Ligaya in West Thailand

Phuket's Vegetarian Festival - The Food Street

During the Vegetarian Festival, all the "believers" have to stick to a very rigid vegetarian diet. It is not just any old vegetarian diet but a special one; all the food must be prepared with special utensils that have not been used for other purposes.

Many restaurants and roadside stalls sell the special food during the 9 days of the festival. They advertise the purity of their food with a yellow sign outside the shop or stall. There is one street in Phuket that has become the centre of the eating industry. It is close to one of main temples and the municipal market.


We went into one restaurant offering the "proper" vegetarian food for lunch. There was a choice of probably at least a hundred different types of food, but nobody spoke enough English to tell us what was what.

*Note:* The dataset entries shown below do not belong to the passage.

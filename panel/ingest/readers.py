"""Load a CSV or Parquet file into a :class:`RawTable`: named columns of untouched cells plus where
each row came from, so later checks can name the line (CSV) or row (Parquet) of a bad cell.

CSV: UTF-8 (a byte-order mark is dropped), separator from ``IngestOptions.delimiter`` or the first
of ``, ; TAB |`` found in the header line.  Blank lines and lines whose fields are all empty are
skipped (spreadsheet exports end with them); line numbers count every physical line, header = the
first non-blank line.  Cells stay text.  Parquet: numeric columns become float64, text columns
text, date/timestamp columns datetime64 (wall-clock time kept, time zone dropped); rows are
numbered from 1.
"""

from __future__ import annotations

import csv
import io
import os
from dataclasses import dataclass
from pathlib import Path

import numpy as np
import pandas as pd

from panel.ingest.errors import IngestError, shown

#: Cell texts read as "missing" (compared after trimming, case-insensitively).
MISSING_TOKENS = frozenset({"", "na", "n/a", "nan", "null", "none", "#n/a"})
_SEPARATORS = (",", ";", "\t", "|")


@dataclass
class RawTable:
    """One file's cells, untouched.  ``columns[j]`` names ``cells[j]``: an object array of ``str``
    (``None`` = missing), a float64 array (NaN = missing) or a datetime64 array (NaT = missing).
    ``rows[i]`` is the CSV line number or the 1-based Parquet row of data row ``i``."""

    name: str
    kind: str
    columns: list[str]
    cells: list[np.ndarray]
    rows: np.ndarray

    def where(self, i: int) -> str:
        """``"line 12"`` (CSV) or ``"row 12"`` (Parquet) for data row ``i``."""
        return f"{'line' if self.kind == 'csv' else 'row'} {int(self.rows[i])}"

    def column(self, name: str) -> np.ndarray:
        return self.cells[self.columns.index(name)]

    def __len__(self) -> int:
        return len(self.rows)


def load_table(path, delimiter: str | None = None) -> RawTable:
    """Read ``path`` (``.csv``/``.txt``/``.tsv`` or ``.parquet``/``.pq``) into a RawTable."""
    path = Path(os.fspath(path))
    name = path.name
    if not path.is_file():
        raise IngestError(f"{name}: no such file ({path}); check the path")
    suffix = path.suffix.lower()
    if suffix in (".parquet", ".pq"):
        return _load_parquet(path)
    if suffix in (".csv", ".txt", ".tsv"):
        return _load_csv(path, "\t" if delimiter is None and suffix == ".tsv" else delimiter)
    raise IngestError(f"{name}: unknown file type {suffix or '(no suffix)'!r}; "
                      "use a .csv or .parquet file")


def _load_csv(path: Path, delimiter: str | None) -> RawTable:
    name = path.name
    data = path.read_bytes()
    try:
        text = data.decode("utf-8-sig")
    except UnicodeDecodeError as err:
        raise IngestError(f"{name}: not UTF-8 text (byte 0x{data[err.start]:02x} at offset "
                          f"{err.start}); save the file as UTF-8 CSV") from None
    if not text.strip():
        raise IngestError(f"{name}: the file is empty; expected a header line "
                          "(date column + asset columns, or date, asset, value) and data rows")
    if delimiter is None:
        first = next(line for line in text.splitlines() if line.strip())
        delimiter = next((s for s in _SEPARATORS if s in first), ",")
    reader = csv.reader(io.StringIO(text, newline=""), delimiter=delimiter)
    header: list[str] | None = None
    rows: list[list[str]] = []
    lines: list[int] = []
    try:
        for fields in reader:
            if not any(f.strip() for f in fields):
                continue  # blank or all-empty line: spreadsheet padding, not data
            if header is None:
                header = [f.strip() for f in fields]
                continue
            if len(fields) != len(header):
                extra = fields[len(header):]
                if len(fields) > len(header) and not any(f.strip() for f in extra):
                    fields = fields[: len(header)]  # trailing empty fields: harmless padding
                else:
                    raise IngestError(
                        f"{name}: line {reader.line_num} has {len(fields)} fields but the header "
                        f"has {len(header)}; every line needs one field per column "
                        f"(separator {delimiter!r})")
            rows.append(fields)
            lines.append(reader.line_num)
    except csv.Error as err:
        raise IngestError(f"{name}: line {reader.line_num}: malformed CSV ({err}); "
                          "check the quotes on that line") from None
    assert header is not None  # the file has a non-blank line
    if not rows:
        raise IngestError(f"{name}: no data rows below the header line "
                          f"({', '.join(shown(h) for h in header[:4])}...); add the returns")
    cells = [_text_cells(column) for column in zip(*rows)]
    return RawTable(name, "csv", header, cells, np.asarray(lines, dtype=np.int64))


def _text_cells(raw) -> np.ndarray:
    """Trimmed text, with the missing tokens turned into ``None``."""
    out = np.empty(len(raw), dtype=object)
    # The tokens are at most 4 characters: the length test skips most lower() calls.
    out[:] = [None if len(c) <= 4 and c.lower() in MISSING_TOKENS else c
              for c in (cell.strip() for cell in raw)]
    return out


def _load_parquet(path: Path) -> RawTable:
    import pyarrow as pa
    import pyarrow.parquet as pq

    name = path.name
    try:
        table = pq.read_table(path)
    except (pa.ArrowException, OSError) as err:
        reason = str(err).splitlines()[0] if str(err) else type(err).__name__
        raise IngestError(f"{name}: not a readable Parquet file ({reason}); "
                          "re-export it, or save it as CSV") from None
    if table.num_columns == 0 or table.num_rows == 0:
        raise IngestError(f"{name}: the file is empty ({table.num_rows} rows, "
                          f"{table.num_columns} columns); expected a date column and returns")
    columns = [str(c).strip() for c in table.column_names]
    cells = [_arrow_cells(table.column(j).combine_chunks()) for j in range(table.num_columns)]
    return RawTable(name, "parquet", columns, cells, np.arange(1, table.num_rows + 1))


def _arrow_cells(array) -> np.ndarray:
    import pyarrow as pa
    import pyarrow.types as pt

    kind = array.type
    if pt.is_dictionary(kind):
        array, kind = array.dictionary_decode(), kind.value_type
    if pt.is_integer(kind) or pt.is_floating(kind) or pt.is_decimal(kind):
        return np.asarray(array.cast(pa.float64()).to_numpy(zero_copy_only=False), dtype="float64")
    if pt.is_timestamp(kind) or pt.is_date(kind):
        series = pd.Series(array.to_pandas())
        series = pd.to_datetime(series)
        if getattr(series.dt, "tz", None) is not None:
            series = series.dt.tz_localize(None)
        return series.to_numpy()   # its own unit: a cast to ns would wrap dates beyond 2262
    values = array.to_pylist()
    out = np.empty(len(values), dtype=object)
    for i, v in enumerate(values):
        text = None if v is None else str(v).strip()
        out[i] = None if text is None or text.lower() in MISSING_TOKENS else text
    return out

We played lucky dip. Just about everything we chose was super hot, but Francesca got the gold star for the hottest dish. Being an avid vegetarian herself, she was looking forward to the food. She took a rather injudiciously large mouthful. It nearly took her head off and for a moment, sitting opposite her, I thought I was going to be wearing her lunch!

There was not much of it we could eat, so we retreated back to the street in search of less spicy fare.

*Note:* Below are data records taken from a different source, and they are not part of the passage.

"""Turn raw cells into dates and numbers, naming the first bad cell (file, line/row, column, value).

Dates: with ``date_format`` that strftime format; otherwise the form of the first date decides for
the whole column: ``2020Q1`` / ``2020-Q1`` (quarter label), ``YYYYMM`` (month label), ``YYYYMMDD``,
``YYYY`` (year label), else ISO 8601 (``2020-01-31``, ``2020-01``, ``2020-01-31T16:00``).
Times of day are dropped.  Numbers: anything Python's ``float`` reads (``0.0100``, ``1.0e-2``);
the texts in :data:`~panel.ingest.readers.MISSING_TOKENS` are missing; ``inf`` is refused.
"""

from __future__ import annotations

import re

import numpy as np
import pandas as pd

from panel.data import DAY_RANGE, first_outside_days
from panel.ingest.errors import IngestError, shown
from panel.ingest.readers import RawTable

_QUARTER = re.compile(r"^(\d{4})-?[Qq]([1-4])$")
_YEAR_MONTH = re.compile(r"^(\d{4})(\d{2})$")
_YMD = re.compile(r"^\d{8}$")
_YEAR = re.compile(r"^\d{4}$")
_ISO_MONTH = re.compile(r"^\d{4}-\d{1,2}$")


def parse_dates(table: RawTable, column: str, date_format: str | None = None,
                implicit: bool = False) -> tuple[np.ndarray, bool]:
    """Dates of ``column`` as datetime64[D]; and whether they are period labels (``2020-01``).

    ``implicit`` says the column was picked as "the first column" (no ``date`` column), so a first
    cell that isn't a date means the file has no date column at all.
    """
    cells = table.column(column)
    name = table.name
    if cells.dtype.kind == "M":
        missing = np.isnat(cells)
        _refuse_empty(table, column, missing)
        _refuse_outside(table, column, cells, cells.astype("datetime64[D]").astype(str))
        return cells.astype("datetime64[D]"), False
    if cells.dtype.kind == "f":  # numeric Parquet column, e.g. 20200131
        text = np.array([None if np.isnan(v) else
                         (f"{v:.0f}" if np.isfinite(v) and v == int(v) else repr(float(v)))
                         for v in cells], dtype=object)
    else:
        text = cells
    missing = np.array([t is None for t in text], dtype=bool)
    if implicit and not missing.all():
        i = int(np.flatnonzero(~missing)[0])
        if np.isnat(_parse_text(text[i:i + 1], text[i], date_format)[0][0]):
            raise IngestError(f"{name}: no date column: no column is named 'date' and the first "
                              f"column {column!r} holds {shown(text[i])} ({table.where(i)}), not a "
                              "date; pass date_col='<name>' (CLI --date-col)")
    _refuse_empty(table, column, missing)
    first = text[0]
    parsed, labels = _parse_text(text, first, date_format)
    bad = np.flatnonzero(np.isnat(parsed))
    if bad.size:
        i = int(bad[0])
        alone = _parse_text(text[i:i + 1], text[i], None)[0][0]
        if date_format is not None:
            fix = f"it doesn't match date_format={date_format!r}"
        elif not np.isnat(alone):
            fix = f"use the same date form in every row (the first date is {shown(first)})"
        else:
            fix = ("write ISO dates like 2020-01-31 (or 2020-01, 202001, 2020Q1), or pass "
                   "date_format='%d/%m/%Y' or similar (CLI --date-format)")
        raise IngestError(f"{name}: {table.where(i)}, column {column!r}: cannot read "
                          f"{shown(text[i])} as a date; {fix}")
    _refuse_outside(table, column, parsed, text)
    return parsed, labels


def _refuse_outside(table: RawTable, column: str, days: np.ndarray, cells: np.ndarray) -> None:
    """Refuse a date that a panel cannot hold (beyond pandas' nanosecond timestamps)."""
    i = first_outside_days(days)
    if i is not None:
        raise IngestError(f"{table.name}: {table.where(i)}, column {column!r}: date {shown(cells[i])} is "
                          f"outside the dates riskprem can hold ({DAY_RANGE}); correct the year")


def _refuse_empty(table: RawTable, column: str, missing: np.ndarray) -> None:
    if missing.any():
        i = int(np.flatnonzero(missing)[0])
        raise IngestError(f"{table.name}: {table.where(i)}, column {column!r}: empty date; every "
                          "row needs a date (delete the row if it holds no data)")


def _parse_text(text: np.ndarray, first: str, date_format: str | None):
    """(datetime64[D] with NaT for unreadable cells, labels flag) for a text column."""
    if date_format is not None:
        return _to_datetime(text, date_format), False
    if _QUARTER.match(first):
        iso = [_quarter(t) for t in text]
        return _to_datetime(np.array(iso, dtype=object), "%Y-%m-%d"), True
    if _YEAR_MONTH.match(first):
        iso = [f"{t[:4]}-{t[4:]}-01" if _YEAR_MONTH.match(t) else None for t in text]
        return _to_datetime(np.array(iso, dtype=object), "%Y-%m-%d"), True
    if _YMD.match(first):
        return _to_datetime(np.array([t if _YMD.match(t) else None for t in text], dtype=object),
                            "%Y%m%d"), False
    if _YEAR.match(first):
        iso = [f"{t}-01-01" if _YEAR.match(t) else None for t in text]
        return _to_datetime(np.array(iso, dtype=object), "%Y-%m-%d"), True
    # ISO: every cell must have the first cell's form (a month label, or a full date).
    form = _iso_form(first)
    iso = [t if _iso_form(t) == form else None for t in text]
    return _to_datetime(np.array(iso, dtype=object), "ISO8601"), form == "month"


def _iso_form(text: str) -> str:
    if _ISO_MONTH.match(text):
        return "month"
    if _QUARTER.match(text) or _YEAR_MONTH.match(text) or _YMD.match(text) or _YEAR.match(text):
        return "other"
    return "date"


def _quarter(text: str):
    match = _QUARTER.match(text)
    if not match:
        return None
    return f"{match.group(1)}-{3 * int(match.group(2)) - 2:02d}-01"


def _to_datetime(text: np.ndarray, fmt: str) -> np.ndarray:
    series = pd.Series(text, dtype=object)
    parsed = pd.to_datetime(series, format=fmt, errors="coerce")
    if getattr(parsed.dt, "tz", None) is not None:
        parsed = parsed.dt.tz_localize(None)  # keep the wall-clock date
    # pandas parses far dates at a coarser unit; days keep them (a cast to ns would wrap them).
    return parsed.to_numpy().astype("datetime64[D]")


def parse_numbers(cells: np.ndarray) -> tuple[np.ndarray, np.ndarray]:
    """(float64 values with NaN for missing, mask of non-numeric cells) of one column."""
    if cells.dtype.kind == "f":
        return cells.astype("float64"), np.zeros(len(cells), dtype=bool)
    if cells.dtype.kind == "M":
        return np.full(len(cells), np.nan), ~np.isnat(cells)
    filled = np.where(np.array([c is None for c in cells], dtype=bool), "nan", cells)
    try:
        return filled.astype("float64"), np.zeros(len(cells), dtype=bool)
    except ValueError:
        pass  # some cell isn't a number: find which, cell by cell
    values = np.full(len(cells), np.nan)
    bad = np.zeros(len(cells), dtype=bool)
    for i, cell in enumerate(filled):
        try:
            values[i] = float(cell)
        except ValueError:
            bad[i] = True
    return values, bad


def is_text_column(cells: np.ndarray) -> bool:
    """True when the column has cells and none of them reads as a number (an asset-name column)."""
    if cells.dtype.kind != "O":
        return False
    present = [c for c in cells if c is not None]
    if not present:
        return False
    _, bad = parse_numbers(np.array(present, dtype=object))
    return bool(bad.all())


def refuse_bad_cell(table: RawTable, columns: list[str], values: list[np.ndarray],
                    bad: list[np.ndarray], what: str = "return") -> None:
    """Raise for the first (in file order: row, then column) non-numeric or infinite cell."""
    first = None
    for j, (vals, mask) in enumerate(zip(values, bad)):
        problem = mask | np.isinf(vals)
        hits = np.flatnonzero(problem)
        if hits.size and (first is None or (hits[0], j) < first):
            first = (int(hits[0]), j)
    if first is None:
        return
    i, j = first
    column = columns[j]
    raw = table.column(column)[i]
    where = f"{table.name}: {table.where(i)}, column {column!r}"
    if bad[j][i]:
        text = str(raw)
        if text.endswith("%"):
            fix = "drop the % signs and pass units='percent' (CLI --units percent)"
        elif "," in text and _reads(text.replace(",", ".")):
            fix = "use '.' as the decimal mark (e.g. 0.012)"
        else:
            fix = "write a number (e.g. 0.012) or leave the cell empty for a missing value"
        raise IngestError(f"{where}: non-numeric {what} {shown(raw)}; {fix}")
    raise IngestError(f"{where}: infinite {what} {shown(raw)}; a {what} must be finite — fix the "
                      "cell or leave it empty for a missing value")


def _reads(text: str) -> bool:
    try:
        float(text)
    except ValueError:
        return False
    return True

Vendors were out in force on the street, selling all sorts of stuff. This guy was selling small drums that you rotate to make a noise. Despite their small size, they are quite loud.
Many of the food sellers were dressed in interesting costumes. I liked this noodle-seller with his fancy helmet.
The Jui Tui temple is at one end of the street. Although it was not their turn for a parade, the temple was very busy.
I felt a bit intrusive wandering around the temple with so many people busy praying, but they did not seem to mind. In fact one lady saw me and beckoned me into a small side temple and told me to take some pictures there.
Each temple raises a big pole at the start of the festival. This is supposed to provide a handy short cut for the Gods to come down from heaven, or whatever the Chinese equivalent may be. The pole stays hoisted until the end of the festival when it is lowered with great ceremony.
There was a special station set up with candles for lighting joss sticks. People did not just light one or two, but usually did a handful at a time.
Once they had lit their joss sticks, the people lined up to place them in a sand-filled urn in front of a large statue.
The small side temple that I was ushered into was full with the usual offerings of food and drink, as well as a selection of statues and ornaments.
Back on the street there was an amazing selection of food. We finally found some sweet things that were made of peanuts which we could eat without having a hot flush.
Food came in all shapes and types. This lady was steaming things that looked like big dumplings. Of course we had no idea if they were sweet or savory, mild or likely to give you cardiac arrest. After our lunch experience none of us was feeling very adventurous in the culinary department.
There were plenty of roving food sellers too. This lady had a selection of nuts for sale from baskets that hung from a pole over her shoulder.
All the food stands have the yellow notice with red writing announcing that their food is the "genuine" vegetarian food.
Food of every description, but we were shy to try too much after the super-hot lunch.

Even the mobile food sellers had their yellow signs saying their food was "official".

Notice the sign for the "Cocal" bus - presumably they mean local bus.......

When it was time to go home, we decided to try and find a Tuc-tuc to take us instead of a real taxi. These little converted trucks normally do not venture outside of town, and indeed the first couple of drivers we asked were not interested. Eventually we found a driver who was a bit adventurous and agreed to take us back to the marina, despite not knowing exactly where it is located.